'''

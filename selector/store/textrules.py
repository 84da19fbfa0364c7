"""The rules for text written to the database, the same on every backend.

SQLite stores any text in any column; PostgreSQL refuses a string longer than its VARCHAR(n)
column and any NUL byte. So that a file imports the same way on both, every text the program
writes is checked first against these rules, and a breach is one line naming the field:

* a column declared ``String(n)`` in ``tables.py`` holds at most ``n`` characters (the length is
  read from the table, never repeated here);
* no control characters: C0 (U+0000-U+001F, NUL, ESC, CR, LF, ...), DEL and C1 (U+007F-U+009F).
  Tab is allowed: it is ordinary in a note and harmless on a terminal. Control characters would
  otherwise reach a technician's terminal (ESC sequences) or break a row of a table or CSV.
"""

from __future__ import annotations

import re
import unicodedata
from typing import Optional

import sqlalchemy as sa

_CONTROL = re.compile(r"[\x00-\x08\x0a-\x1f\x7f-\x9f]")


def column_length(column: sa.Column) -> Optional[int]:
    """The declared maximum length of a text column (``String(n)``), or None when it has none."""
    return getattr(column.type, "length", None)


def _describe(ch: str) -> str:
    name = {"\x00": "NUL", "\x1b": "ESC", "\r": "CR", "\n": "line break", "\x07": "BEL", "\x7f": "DEL"}.get(ch)
    if name is None:
        name = unicodedata.name(ch, "control character")
    return f"U+{ord(ch):04X} {name}"


def text_problem(text: str, column: sa.Column) -> Optional[str]:
    """What is wrong with ``text`` for ``column`` (a model column such as
    ``StockLineRow.__table__.c.location``), as the end of a message; None when it may be written."""
    m = _CONTROL.search(text)
    if m:
        return (f"contains a control character ({_describe(m.group())}) at character {m.start() + 1}; "
                "remove it")
    limit = column_length(column)
    if limit is not None and len(text) > limit:
        return f"{len(text)} characters; at most {limit} fit"
    return None


def check_text(text: str, column: sa.Column, field: str) -> None:
    """Raise UnparseableValue ``<field>: <problem>`` when ``text`` breaks a rule for ``column``."""
    from selector.core.errors import UnparseableValue

    problem = text_problem(text, column)
    if problem:
        raise UnparseableValue(f"{field}: {problem}")
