def settle(args, command: str) -> None:
    """Settings from the configuration file and the flags; the site to check."""
    try:
        config.apply(args, command)
    except config.ConfigError as exc:
        raise UsageError(str(exc)) from None
    if not args.paths:
        if not args.site_dir:
            raise UsageError("no site to check: name a built site directory, or set site_dir "
                             "in the configuration (pyproject.toml [tool.tinctura] or "
                             "tinctura.toml)")
        if not os.path.isdir(args.site_dir):
            where = f" in {args.config_path}" if args.config_path else ""
            raise UsageError(f"{args.site_dir}: the built site named by site_dir{where} does "
                             f"not exist; build the site first (for example: mkdocs build)")
        args.paths = [args.site_dir]


def check_inputs(paths) -> None:
    for path in paths:
        if not os.path.exists(path):
            raise UsageError(f"{path}: no such file or directory")
        if os.path.isfile(path) and not path.lower().endswith((".html", ".htm")):
            raise UsageError(f"{path}: not an HTML file or a site directory")


@contextlib.contextmanager
def output(path: str | None, stdout):
    """``stdout``, or ``path`` written atomically (a temporary file renamed at the end)."""
    if not path:
        yield stdout
        return
    with outputs.atomic_output(path) as stream:  # names the path when it cannot write
        yield stream


def diagnostics_of(result) -> list:
    return list(result.diagnostics) + [d for page in result.pages for d in page.diagnostics]


def where(d) -> str:
    return f"{d.path}:{d.line}" if d.line else d.path


def input_errors(result, stderr) -> bool:
    """Name on stderr each input that could not be checked at all; True if there was one."""
    errors = [d for d in diagnostics_of(result) if d.severity == "error"]
    for d in errors:
        stderr.write(f"{PROG}: error: {where(d)}: {d.message}\n")
    return bool(errors)


def run_check(args, stdout, stderr) -> int:
    settle(args, "check")
    check_inputs(args.paths)
    options = options_from(args)
    options.keep_samples = False  # the report needs counts, findings and declaration uses
    specs = report_specs(args)
    gate = make_gate(args, options)
    # the compact JSON report's page records are then written as each page is judged
    options.encode_occurrences = outputs.records_written_as_judged(
        [name for name, _ in specs], args.flat_findings, gate.fingerprints)
    options.keep_records = outputs.records_read_back(
        [name for name, _ in specs], args.group, args.flat_findings, gate.fingerprints,
        bool(args.write_baseline))
    bar = report.progress_for(args, options, stderr)  # on a terminal: pages done, time left
    # findings go to disk page by page and problems are built as they come: memory does not
    # grow with the number of findings. Every finding is stored (JSON and SARIF list the
    # suppressed and baseline-known ones, marked); only those that count are grouped.
    store = FindingStore(keep_records=options.keep_records, hand_on=False)
    collector = problems.Collector(keep_indexes=args.flat_findings)
    written = []

    def keep(page, findings):
        page.diagnostics.extend(gated.intake(gate, store, collector, page.page, findings))
        if args.write_baseline:  # (each page comes once)
            written.extend(f for f in store.by_page(page.page) if not f.suppressed)
        bar.advance()

    # --config naming an mkdocs.yml (config.py tells it from tinctura's own settings): the
    # Markdown sources and the site's own stylesheets
    project = load_project(args.mkdocs_config, stderr) \
        if getattr(args, "mkdocs_config", None) else None
    # (with --jobs N the workers, warm from the pages, stay to verify the fixes)
    with engine.pools_kept():
        result = engine.check_paths(list(args.paths), options, findings_to=keep)
        # what the check keeps lives to the end of the command and makes no cycles: the
        # collections of what follows (verifying fixes, writing reports) need not scan it
        with engine.kept_out_of_collections():
            return _after_check(args, stdout, stderr, options, specs, gate, store, collector,
                                written, project, result)


def _after_check(args, stdout, stderr, options, specs, gate, store, collector, written,
                 project, result) -> int:
    """``run_check`` once the pages are checked: fixes verified, reports written, the exit
    status."""
    # the sites' parsed stylesheets serve the verification of fixes; their style caches go
    loaders = {site.root: site.loader for site in result.sites}
    result.sites = []
    result.diagnostics.extend(gate.finish())
    result.findings = store
    found = collector.problems(result.uses)
    aid = writer_aid(args.paths, project, options)
    if aid is not None and found:
        from tinctura.writer import page_costs

        loader = loaders.get(aid.site_root)
        # with --jobs N the check's workers, kept, recheck the verification pages (where
        # none were kept, a worker forked now rechecks half of them beside this process)
        with engine.recheck_helper(aid.site_root, options, loader) as helper:
            # while the workers recheck, this process locates the reports' examples; once
            # they are done, the workers take a share of the pages left
            above = outputs.names_ancestors(specs)
            aid.elsewhere = engine.kept_call(aid.site_root)  # (faded texts' layers, warm)
            aid.plan_overrides(found, result.schemes, options, store.pages(), loader,
                               helper=helper,
                               meanwhile=lambda ready: outputs.locate_ahead(
                                   aid, found, ready, ancestors=above),
                               cost=page_costs(result.pages))
            outputs.locate_ahead(aid, found, spread=engine.kept_spread(aid.site_root),
                                 ancestors=above)
    header = report.Header(
        scope=report.scope_of(args.paths, options),
        version=version(),
        level=args.level,
        group=args.group,
        fail_on=args.fail_on,
        schemes=[getattr(s, "name", s) for s in result.schemes],
        findings_layout="flat" if args.flat_findings else "compact",
        rules=options.rules,
        uri=built_uri(args.paths),
        source=markdown_source(args),
        gone=gate.gone(),
        locate=aid,
    )
    outputs.write_reports(specs, stdout, header, result.pages, store, found,
                          result.diagnostics, counts=gate.counts, colour_choice=args.colour)
    if getattr(args, "write_fixes", None):
        report_written_fixes(args.write_fixes, found, project, stderr)
    note = gate.note()
    if note:
        stderr.write(f"{PROG}: {note}\n")
    gone = header.gone
    for entry in gone[:GONE_SHOWN]:  # fixed since the baseline: worth removing from it
        stderr.write(f"{PROG}: gone from the baseline: {entry.get('page')} {entry.get('rule')} "
                     f"[{entry.get('scheme')}, {entry.get('state')}] "
                     f"\u201c{m.excerpt(entry.get('text', ''), 60)}\u201d\n")
    if len(gone) > GONE_SHOWN:
        stderr.write(f"{PROG}: ... and {len(gone) - GONE_SHOWN:,} more gone (SARIF lists them "
                     f"all as absent)\n")
    unreadable = input_errors(result, stderr) and not args.allow_unchecked
    if args.write_baseline:  # the same as --format baseline:FILE, and exit 0
        with outputs.atomic_output(args.write_baseline) as fh:
            fh.write(baseline_mod.dumps(written, version()))
        stderr.write(f"{PROG}: wrote {m.plural(len(written), 'finding')} to the baseline "
                     f"{args.write_baseline}\n")
        return exit_status(error=unreadable)
    return exit_status(gate, args.fail_on, error=unreadable)


GONE_SHOWN = 20  # baseline entries no longer found, named on stderr


def report_specs(args) -> list:
    """(format, file or None) for each report; ``--output`` takes the first one without a
    file; without ``--output``, text goes to the terminal when no report does."""
    specs = list(args.report) or [("text", None)]
    if args.output:
        for n, (name, path) in enumerate(specs):
            if path is None:
                specs[n] = (name, args.output)
                break
        else:
            raise UsageError("--output names the file of a report given without one "
                             "(--format FORMAT); every --format here names its file")
    on_terminal = [name for name, path in specs if path is None]
    if len(on_terminal) > 1:
        raise UsageError(f"only one report can go to the terminal, not {', '.join(on_terminal)}"
                         f"; give the others a file (--format FORMAT:FILE)")
    if not on_terminal and not args.output:
        specs.append(("text", None))
    return specs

'''

* TO DO:
Wherever "warm" appears in a line of the entries, copy that line.

* RESPONSE:
    # (with --jobs N the workers, warm from the pages, stay to verify the fixes)
            aid.elsewhere = engine.kept_call(aid.site_root)  # (faded texts' layers, warm)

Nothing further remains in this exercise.